Sadly this developed into a fully fledged relationship where I ended up losing myself in the relationship/dynamic and taking a caregiver role. Focusing more on tending to her needs and disregarding my own sense of self and identity. We practiced rope semi often but it stopped being a priority when she was going through some mental health stuff.
I was okay with giving her space, but she felt neglected by losing someone actively wanting to tie her up and she ended up cheating on me with someone more skilled- says it was because she was horny when I was out of town and she wanted to be suspended (something I am not confident enough to do) now videos of her naked suspended upside down and being degraded are circulating in my local kink community) She apologized (kinda, didn't take responsibility and deflected to it being not her fault) and I forgave her because I love her. But now I feel less confident in the skills I used to have.

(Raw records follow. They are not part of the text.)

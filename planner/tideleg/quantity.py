"""Quantities with units: the one place that knows prefixes and dimensions.

A quantity in a plan is a string such as "120 uH", "8 mohm", "65 degC", or a bare number, which is taken in the base
unit of its dimension (SI; degC for temperatures, 1 for shares). `parse` reads one; the annotated types below read one
as a field of a pydantic model and describe themselves in the JSON Schema.
"""

from __future__ import annotations

import math
import re
from collections.abc import Callable
from typing import Annotated, Any, NamedTuple

from pydantic import BeforeValidator, WithJsonSchema

_PREFIXES = {"p": 1e-12, "n": 1e-9, "u": 1e-6, "µ": 1e-6, "μ": 1e-6, "m": 1e-3, "k": 1e3, "M": 1e6, "G": 1e9}

_NUMBER_AND_UNIT = re.compile(r"^\s*([+-]?(?:\d+\.?\d*|\.\d+)(?:[eE][+-]?\d+)?)\s*(.*?)\s*$")


class Dimension(NamedTuple):
    """A physical dimension and how people write it.

    base : unit of a bare number
    prefixed : units that take SI prefixes, with their size in the base unit
    plain : units that take none, with their size in the base unit
    example : a quantity as a person would write it
    """

    base: str
    prefixed: dict[str, float]
    plain: dict[str, float]
    example: str


_OHM = {"ohm": 1.0, "\u03a9": 1.0, "\u2126": 1.0}  # Greek omega and the ohm sign look alike
DIMENSIONS: dict[str, Dimension] = {
    "voltage": Dimension("V", {"V": 1.0}, {}, "750 V"),
    "current": Dimension("A", {"A": 1.0}, {}, "320 A"),
    "resistance": Dimension("ohm", _OHM, {}, "8 mohm"),
    "inductance": Dimension("H", {"H": 1.0}, {}, "120 uH"),
    "capacitance": Dimension("F", {"F": 1.0}, {}, "500 uF"),
    "frequency": Dimension("Hz", {"Hz": 1.0}, {}, "40 kHz"),
    "time": Dimension("s", {"s": 1.0}, {"min": 60.0, "h": 3600.0, "d": 86400.0, "years": 31557600.0}, "200 ns"),
    "power": Dimension("W", {"W": 1.0}, {}, "150 kW"),
    "energy": Dimension("J", {"J": 1.0, "Wh": 3600.0}, {"eV": 1.602176634e-19}, "2.4 mJ"),
    "charge": Dimension("C", {"C": 1.0, "Ah": 3600.0}, {}, "180 Ah"),
    "temperature": Dimension("degC", {}, {"degC": 1.0, "°C": 1.0}, "65 degC"),
    "temperature difference": Dimension("K", {"K": 1.0}, {}, "25 K"),
    "thermal resistance": Dimension("K/W", {"K/W": 1.0}, {"K/kW": 1e-3}, "0.12 K/W"),
    "heat capacity": Dimension("J/K", {"J/K": 1.0}, {}, "900 J/K"),
    "specific heat": Dimension("J/(kg K)", {"J/(kg K)": 1.0}, {"J/kg/K": 1.0}, "3600 J/(kg K)"),
    "density": Dimension("kg/m3", {}, {"kg/m3": 1.0, "g/cm3": 1e3, "kg/l": 1e3}, "1050 kg/m3"),
    "flow": Dimension("m3/s", {}, {"m3/s": 1.0, "l/min": 1e-3 / 60, "L/min": 1e-3 / 60, "m3/h": 1 / 3600}, "12 l/min"),
    "mass": Dimension("kg", {"g": 1e-3}, {"t": 1e3}, "18 t"),
    "length": Dimension("m", {"m": 1.0}, {"cm": 1e-2}, "1.2 mm"),
    "area": Dimension("m2", {}, {"m2": 1.0, "cm2": 1e-4, "mm2": 1e-6}, "6.4 cm2"),
    "volume": Dimension("m3", {}, {"m3": 1.0, "l": 1e-3, "cm3": 1e-6, "mm3": 1e-9}, "180 cm3"),
    "flux density": Dimension("T", {"T": 1.0}, {}, "0.3 T"),
    "speed": Dimension("m/s", {}, {"m/s": 1.0, "km/h": 1 / 3.6, "mph": 0.44704}, "50 km/h"),
    "force": Dimension("N", {"N": 1.0}, {}, "140 N"),
    "force per speed": Dimension("N/(m/s)", {}, {"N/(m/s)": 1.0, "N/(km/h)": 3.6}, "2 N/(m/s)"),
    "force per squared speed": Dimension("N/(m/s)2", {}, {"N/(m/s)2": 1.0, "N/(km/h)2": 12.96}, "0.05 N/(km/h)2"),
    "relative slope": Dimension("1/K", {}, {"1/K": 1.0, "%/K": 1e-2}, "0.4 %/K"),
    "share": Dimension("1", {}, {"%": 1e-2, "1": 1.0}, "30 %"),
}
"""Every dimension that a plan may hold, by name."""


def parse(given: object, dimension: str) -> float:
    """Return a quantity in the base unit of its dimension.

    Parameters
    ----------
    given : str, int or float
        "120 uH" and the like, or a bare number in the base unit.
    dimension : str
        A key of `DIMENSIONS`.

    Raises
    ------
    ValueError
        If the text is no quantity, its unit is of another dimension, or the number is not finite. The message says
        what came and what is allowed.

    Examples
    --------
    >>> parse("120 uH", "inductance")
    0.00012
    >>> parse(40e3, "frequency")
    40000.0
    """
    known = DIMENSIONS[dimension]
    if isinstance(given, bool) or not isinstance(given, (int, float, str)):
        raise ValueError(f"found {given!r}; give a {dimension} such as {known.example!r}")
    if not isinstance(given, str):
        return _finite(float(given), given, dimension)
    match = _NUMBER_AND_UNIT.match(given)
    if match is None:
        raise ValueError(f"found {given!r}, which starts with no number; give a {dimension} such as {known.example!r}")
    number, unit = float(match.group(1)), match.group(2)
    size = 1.0 if unit == "" else _unit_size(unit, known)
    if size is None:
        nature = _nature(unit)
        raise ValueError(f"found {given!r}, where the unit is {nature}; give a {dimension} such as {known.example!r}")
    return _finite(_scale(number, size), given, dimension)


def column_unit(unit: str, dimension: str, where: str) -> Callable[[float], float]:
    """Return what brings the numbers of a column with this unit to the base unit of its dimension.

    Column names are often written in lower case throughout: "energy_mj" is read as millijoule, "energy_MJ" as
    megajoule, "temperature_degc" as degree Celsius.

    Raises
    ------
    ValueError
        If the unit is of another dimension; `where` stands in front of the message.
    """
    known = DIMENSIONS[dimension]
    size = _unit_size(unit, known)
    if size is None:
        units = {**known.plain, **known.prefixed}
        units |= {f"{p}{u}": _PREFIXES[p] * s for u, s in known.prefixed.items() for p in "pnumk"}
        lower = {name.lower(): found for name, found in units.items()}
        size = lower.get(unit.lower()) if unit == unit.lower() else None
    if size is None:
        raise ValueError(
            f"{where}: the unit {unit!r} is {_nature(unit)}; wanted is a {dimension}, such as {known.base}"
        )
    return lambda number: _scale(number, size)


def _unit_size(unit: str, dimension: Dimension) -> float | None:
    if unit in dimension.plain:
        return dimension.plain[unit]
    if unit in dimension.prefixed:
        return dimension.prefixed[unit]
    head, tail = unit[:1], unit[1:]
    if head in _PREFIXES and tail in dimension.prefixed:
        return _PREFIXES[head] * dimension.prefixed[tail]
    return None


def _scale(number: float, size: float) -> float:
    # "120 uH" must be the same number as 120e-6 written by hand: divide by whole powers of ten, which are exact.
    inverse = round(1.0 / size)
    return number / inverse if size < 1.0 and math.isclose(inverse * size, 1.0, rel_tol=1e-12) else number * size


def _nature(unit: str) -> str:
    names = [name for name, dimension in DIMENSIONS.items() if _unit_size(unit, dimension) is not None]
    return f"a unit of {names[0]}" if names else "not known"


def _finite(value: float, given: object, dimension: str) -> float:
    if not math.isfinite(value):
        raise ValueError(f"found {given!r}, which is not a finite {dimension}")
    return value


class _Reader:
    """Reads a field of one dimension; a class so that the schema shows which."""

    def __init__(self, dimension: str) -> None:
        self.dimension = dimension

    def __call__(self, given: Any) -> float:
        return parse(given, self.dimension)


def _schema(dimension: str) -> WithJsonSchema:
    known = DIMENSIONS[dimension]
    units = ", ".join([*known.prefixed, *known.plain])
    return WithJsonSchema(
        {
            "anyOf": [{"type": "number"}, {"type": "string"}],
            "description": f"{dimension}: a string with unit ({units}; SI prefixes), or a number in {known.base}",
            "examples": [known.example],
        }
    )


Voltage = Annotated[float, BeforeValidator(_Reader("voltage")), _schema("voltage")]
Current = Annotated[float, BeforeValidator(_Reader("current")), _schema("current")]
Resistance = Annotated[float, BeforeValidator(_Reader("resistance")), _schema("resistance")]
Inductance = Annotated[float, BeforeValidator(_Reader("inductance")), _schema("inductance")]
Capacitance = Annotated[float, BeforeValidator(_Reader("capacitance")), _schema("capacitance")]
Frequency = Annotated[float, BeforeValidator(_Reader("frequency")), _schema("frequency")]
Time = Annotated[float, BeforeValidator(_Reader("time")), _schema("time")]
Power = Annotated[float, BeforeValidator(_Reader("power")), _schema("power")]
Energy = Annotated[float, BeforeValidator(_Reader("energy")), _schema("energy")]
Charge = Annotated[float, BeforeValidator(_Reader("charge")), _schema("charge")]
Temperature = Annotated[float, BeforeValidator(_Reader("temperature")), _schema("temperature")]
TemperatureDifference = Annotated[
    float, BeforeValidator(_Reader("temperature difference")), _schema("temperature difference")
]
ThermalResistance = Annotated[float, BeforeValidator(_Reader("thermal resistance")), _schema("thermal resistance")]
HeatCapacity = Annotated[float, BeforeValidator(_Reader("heat capacity")), _schema("heat capacity")]
SpecificHeat = Annotated[float, BeforeValidator(_Reader("specific heat")), _schema("specific heat")]
Density = Annotated[float, BeforeValidator(_Reader("density")), _schema("density")]
Flow = Annotated[float, BeforeValidator(_Reader("flow")), _schema("flow")]
Mass = Annotated[float, BeforeValidator(_Reader("mass")), _schema("mass")]
Length = Annotated[float, BeforeValidator(_Reader("length")), _schema("length")]
Area = Annotated[float, BeforeValidator(_Reader("area")), _schema("area")]
Volume = Annotated[float, BeforeValidator(_Reader("volume")), _schema("volume")]
FluxDensity = Annotated[float, BeforeValidator(_Reader("flux density")), _schema("flux density")]
Speed = Annotated[float, BeforeValidator(_Reader("speed")), _schema("speed")]
Force = Annotated[float, BeforeValidator(_Reader("force")), _schema("force")]
ForcePerSpeed = Annotated[float, BeforeValidator(_Reader("force per speed")), _schema("force per speed")]
ForcePerSquaredSpeed = Annotated[
    float, BeforeValidator(_Reader("force per squared speed")), _schema("force per squared speed")
]
RelativeSlope = Annotated[float, BeforeValidator(_Reader("relative slope")), _schema("relative slope")]
Share = Annotated[float, BeforeValidator(_Reader("share")), _schema("share")]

I have attempted to try and reconcile with her, and the other rigger is out of the picture, but now every time I think about rope - that video plays in my head and I feel paralyzed from trying. I know it was something I used to enjoy but now I cannot get the confidence to try and tie her up anymore.
She has been doing self tying and is offering to teach me now, but it just feels insurmountable. Just seeing her tied up replays the video of my darling sub giggling and hanging upside down while being kicked around for someone else's entertainment.
How do I re-engage with a former passion when I feel so inferior that it's not good enough to avoid being cheated on, and every time I see rope I panic.
Thoughts?
You move forward not backwards. Going back to her is backwards. Spend time with rope again, just handling it, conditioning it, getting comfortable with it again and develop a new relationship with it separate from any person.